「上がり過ぎた米国株」の下落が始まる時 「選挙前は上昇」の日本株神話も今回は微妙
日本の選挙はさておき、このところ大きな動きがあったのは、米国の税制改革案の発表だ。本コラムでは、これまでのドナルド・トランプ大統領の体たらくや、財政赤字の拡大を警戒する議会共和党との調整難航から、減税案は極めて小規模なものとなり、米国株価や米ドルの下落を引き起こして、日本株の悪材料となる、と予想してきた。だが、実際には、予想以上に踏み込んだ税制改革案であり、見通しを全く誤った。当コラムの読者の方には、心よりお詫びしたい。
税制改革案が出ても、米国の株価上昇速度は限定的
9月27日(水)に公表された、大統領と議会共和党指導部による、税制改革案のポイントは、次の3点だった。
1)連邦法人税を、現行の35%から20%に引き下げる(大統領が主張していた、15%への引き下げよりは小幅だが、25%辺りまでしか引き下げられないのではないか、と筆者も含めて見込んでいたのに比べれば、大幅な引き下げ)。
2)個人所得税の税率を、現在の7段階から3段階に簡素化し、最高税率を39.6%から35%に引き下げ。
3)海外からの米国企業の資金還流については、今後海外であげる利益分については、原則無税(過去の利益を蓄積した分については、ある税率〈未定〉で1回課税)。

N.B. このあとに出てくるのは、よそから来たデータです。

/**
 * Workbench state: `useWorkbench(selector)` in components (select one value per call; wrap selectors that
 * build arrays/objects in `useShallow`), `workbenchStore` (vanilla API: getState/setState/subscribe/
 * getInitialState) elsewhere. Derived values live in ./selectors.ts.
 *
 * State: recording, recordingSha256, decompositionSha256, decomposition, evidence (1-based index), aim,
 * decisions (key = 1-based index), selected (1-based), screen, roi, progress, notice, resumeOffer.
 * Actions: decide(index, patch), select(index | null), setScreen, setAim, setRoi(patch), undo, redo,
 * loadParticipant(input), loadDemo(), importDecisions(file), resume(accept), closeParticipant().
 */
import { useStore } from 'zustand';
import { workbenchStore } from './store.ts';
import type { WorkbenchState } from './types.ts';

export { workbenchStore } from './store.ts';
export * from './types.ts';
export * from './selectors.ts';

/** Selects one value from the workbench store; the component re-renders only when that value changes. */
export function useWorkbench<T>(selector: (state: WorkbenchState) => T): T {
  return useStore(workbenchStore, selector);
}
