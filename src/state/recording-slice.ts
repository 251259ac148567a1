/** The loaded participant: recording, decomposition, their hashes and the per-component evidence. */
import type { StateCreator } from 'zustand';
import type { RecordingSlice, WorkbenchState } from './types.ts';

export const createRecordingSlice: StateCreator<WorkbenchState, [], [], RecordingSlice> = (set) => ({
  recording: null,
  recordingSha256: null,
  decompositionSha256: null,
  decomposition: null,
  decompositionJson: null,
  evidence: null,
  setLoaded: (patch) => set(patch),
});
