/**
 * The review itself: aim, decisions and their undo/redo history. Each decision map is immutable; a change
 * builds a new map, and the previous one goes on the undo stack (one pointer per step).
 */
import type { StateCreator } from 'zustand';
import { UNDECIDED } from '../core/review/decisions-file.ts';
import type { ReviewDecision, ReviewSlice, WorkbenchState } from './types.ts';

/** Undo depth; older steps are dropped. */
export const UNDO_LIMIT = 500;

const sameDecision = (a: ReviewDecision, b: ReviewDecision) => a.verdict === b.verdict && a.reason === b.reason && a.note === b.note;

function pushPast(past: ReviewSlice['past'], decisions: ReviewSlice['decisions']): ReviewSlice['past'] {
  const next = past.length >= UNDO_LIMIT ? past.slice(past.length - UNDO_LIMIT + 1) : past.slice();
  next.push(decisions);
  return next;
}

export const createReviewSlice: StateCreator<WorkbenchState, [], [], ReviewSlice> = (set, get) => ({
  aim: 'erp',
  thresholds: {},
  setThresholds: (thresholds) => set({ thresholds }),
  decisions: {},
  reviewer: '',
  past: [],
  future: [],
  decide: (index, patch) => {
    if (!Number.isInteger(index) || index < 1) return;
    const { decisions, past } = get();
    const before = decisions[index] ?? UNDECIDED;
    const after: ReviewDecision = { ...before, ...patch };
    if (sameDecision(before, after)) return;
    set({ decisions: { ...decisions, [index]: after }, past: pushPast(past, decisions), future: [] });
  },
  setAim: (aim) => set({ aim }),
  setReviewer: (reviewer) => set({ reviewer }),
  replaceDecisions: (decisions, aim, thresholds) => {
    const s = get();
    set({ decisions: { ...decisions }, past: pushPast(s.past, s.decisions), future: [], ...(aim ? { aim } : {}), ...(thresholds ? { thresholds } : {}) });
  },
  undo: () => {
    const { past, future, decisions } = get();
    if (past.length === 0) return;
    set({ decisions: past[past.length - 1], past: past.slice(0, -1), future: [...future, decisions] });
  },
  redo: () => {
    const { past, future, decisions } = get();
    if (future.length === 0) return;
    set({ decisions: future[future.length - 1], future: future.slice(0, -1), past: pushPast(past, decisions) });
  },
});
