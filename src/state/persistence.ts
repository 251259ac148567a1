/**
 * What the page tells the reviewer about keeping their work: a saving problem (with an export offered),
 * another tab holding the same participant, damaged saved data, the saved reviews listed on the start page,
 * and questions asked before an action replaces work. A small store of its own beside the workbench store
 * (vanilla zustand; no React here).
 */
import { createStore } from 'zustand/vanilla';
import type { LostPart, ReviewSnapshot } from './review-snapshot.ts';

export interface SaveProblem {
  readonly kind: 'full' | 'interrupted' | 'unavailable';
  readonly text: string;
}

/** Another tab of this browser has the same participant open. */
export interface TabClash {
  /** True when this tab owns the review (the other one was told); false when the other tab owns it. */
  readonly thisTabOwns: boolean;
  /** The owning tab, as the reviewer can recognise it. */
  readonly ownerLabel: string;
}

/** A question asked before an action that replaces work; `replaces` says what. */
export interface ConfirmRequest {
  readonly title: string;
  readonly replaces: string;
  readonly confirmLabel: string;
  readonly cancelLabel?: string;
}

interface Pending extends ConfirmRequest {
  readonly resolve: (ok: boolean) => void;
}

export interface PersistenceState {
  saveProblem: SaveProblem | null;
  tabClash: TabClash | null;
  /** Damaged saved data that could not be read (shown until dismissed). */
  lost: readonly LostPart[];
  /** Every readable saved snapshot, newest first (the start page lists them by participant). */
  saved: readonly ReviewSnapshot[];
  /** A snapshot to open once its participant is loaded (reopened from the start page). */
  pendingRestore: ReviewSnapshot | null;
  confirm: Pending | null;
  /** Number of confirm dialogs mounted; with none (node tests, a host without UI) questions answer yes. */
  confirmHosts: number;
}

export const persistenceStore = createStore<PersistenceState>()(() => ({
  saveProblem: null,
  tabClash: null,
  lost: [],
  saved: [],
  pendingRestore: null,
  confirm: null,
  confirmHosts: 0,
}));

/**
 * Asks before an action replaces work. Resolves true when the reviewer confirms (or when no dialog is
 * mounted to ask with); a question still open is answered "no" when a new one arrives.
 */
export function askFirst(request: ConfirmRequest): Promise<boolean> {
  const s = persistenceStore.getState();
  if (s.confirmHosts === 0) return Promise.resolve(true);
  s.confirm?.resolve(false);
  return new Promise((resolve) => {
    persistenceStore.setState({
      confirm: {
        ...request,
        resolve: (ok) => {
          persistenceStore.setState({ confirm: null });
          resolve(ok);
        },
      },
    });
  });
}

/** Adds damaged parts to the list shown to the reviewer (each id once). */
export function reportLost(parts: readonly LostPart[]): void {
  if (parts.length === 0) return;
  const { lost } = persistenceStore.getState();
  const seen = new Set(lost.map((l) => `${l.id}|${l.what}`));
  persistenceStore.setState({ lost: [...lost, ...parts.filter((p) => !seen.has(`${p.id}|${p.what}`))] });
}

ただし、こうした踏み込んだ減税案に対して、米国株価や米ドルの反応は限定的であるように感じられる。S&P500指数やナスダック総合指数は、先週過去最高値を更新し、ニューヨークダウ工業株指数も最高値に肉薄してはいるが、株価上昇の速度は、急伸とは言い難い。米ドル相場も、対円で一時1ドル=113円を突破したが、定着できずに終わっている。

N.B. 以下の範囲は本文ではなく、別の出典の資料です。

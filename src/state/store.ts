/**
 * The one workbench store (vanilla; no React here): the slices spread into a single bound store.
 * React components use `useWorkbench` from ./index.ts; workers and tests use `workbenchStore`.
 */
import { createStore } from 'zustand/vanilla';
import { createRecordingSlice } from './recording-slice.ts';
import { createReviewSlice } from './review-slice.ts';
import { createViewSlice } from './view-slice.ts';
import { createSessionSlice } from './session-slice.ts';
import type { WorkbenchState } from './types.ts';

export const workbenchStore = createStore<WorkbenchState>()((...a) => ({
  ...createRecordingSlice(...a),
  ...createReviewSlice(...a),
  ...createViewSlice(...a),
  ...createSessionSlice(...a),
}));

市場参加者の声を聞くと、どうも「減税案はよいが、果たしてその通り議会で可決されるのだろうか」との疑念がなお多いようだ。ゲーリー・コーン国家経済会議(NEC)委員長は、「減税により景気が刺激され自然増収となるので、それで減税分はかなりまかなえる」、と9月28日(木)に語ったと報じられている。